Task instructions ::
Leaving out every line before the one with "tests make. */", write out the rest of the records below exactly.

Stored data:
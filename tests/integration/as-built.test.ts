import { afterAll, beforeAll, describe, expect, it } from 'vitest';
import type { Actor } from '../../src/domain/access/permissions';
import { PART_DEFAULTS, type PartKind } from '../../src/domain/commissioning/as-built/parts';
import type { AsBuilt, HistoryPage, PartAdded, PartValues } from '../../src/schemas/api/as-built';
import { asBuilt } from '../../src/schemas/api/as-built';
import { partOf } from '../../src/schemas/as-built-values';
import { asActor } from '../../src/server/db/transaction';
import { asBuiltParts } from '../../src/server/queries/as-built';
import { setSlotFacts } from '../../src/server/services/edit-as-built-strings';
import { POST as postSite } from '../../src/pages/api/sites/index';
import { GET as getAsBuilt } from '../../src/pages/api/sites/[site]/as-built/index';
import { GET as getCsv } from '../../src/pages/api/sites/[site]/as-built.csv';
import { GET as getHistory } from '../../src/pages/api/sites/[site]/as-built/history';
import { GET as getHistoryCsv } from '../../src/pages/api/sites/[site]/as-built/history.csv';
import { POST as postPart } from '../../src/pages/api/sites/[site]/as-built/parts/index';
import {
  DELETE as deletePart,
  PATCH as patchPart,
} from '../../src/pages/api/sites/[site]/as-built/parts/[part]';
import { POST as postPlacements } from '../../src/pages/api/sites/[site]/placements';
import type { SeededSite } from '../../seeds/plant/seeded';
import { testDatabase, type TestDatabase } from '../support/database';
import { ask } from '../support/endpoint';
import { testFleet, type TestFleet } from '../support/fleet';

let db: TestDatabase;
let fleet: TestFleet;
let technician: Actor;
let manager: Actor;
let stranger: Actor;
/** A site of the demo, with units placed: it operates. */
let operating: SeededSite;
/** The site that the tests make. */
let site = '';

beforeAll(async () => {
  db = await testDatabase();
  fleet = await testFleet(db, ['Weirside Clinic'], Math.floor(Date.now() / 1000) - 86_400);
  technician = await fleet.actor('technician@lowfield.example');
  manager = await fleet.actor('manager@lowfield.example');
  operating = fleet.site('Weirside Clinic');
  const { rows } = await db.owner.query<{ org: number; person: number }>(
    `with o as (insert into organisation (name) values ('Elsewhere and Daughters') returning id)
     insert into person (organisation_id, email, name, role, password_hash)
     select id, 'elsewhere@elsewhere.example', 'Esme Elsewhere', 'manager', '!' from o returning organisation_id as org, id as person`,
  );
  stranger = { personId: rows[0]!.person, organisationId: rows[0]!.org, role: 'manager', sites: 'all' };
});
afterAll(() => db.drop());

Solution to this task ::
/** The site that the tests make. */
let site = '';

beforeAll(async () => {
  db = await testDatabase();
  fleet = await testFleet(db, ['Weirside Clinic'], Math.floor(Date.now() / 1000) - 86_400);
  technician = await fleet.actor('technician@lowfield.example');
  manager = await fleet.actor('manager@lowfield.example');
  operating = fleet.site('Weirside Clinic');
  const { rows } = await db.owner.query<{ org: number; person: number }>(
    `with o as (insert into organisation (name) values ('Elsewhere and Daughters') returning id)
     insert into person (organisation_id, email, name, role, password_hash)
     select id, 'elsewhere@elsewhere.example', 'Esme Elsewhere', 'manager', '!' from o returning organisation_id as org, id as person`,
  );
  stranger = { personId: rows[0]!.person, organisationId: rows[0]!.org, role: 'manager', sites: 'all' };
});
afterAll(() => db.drop());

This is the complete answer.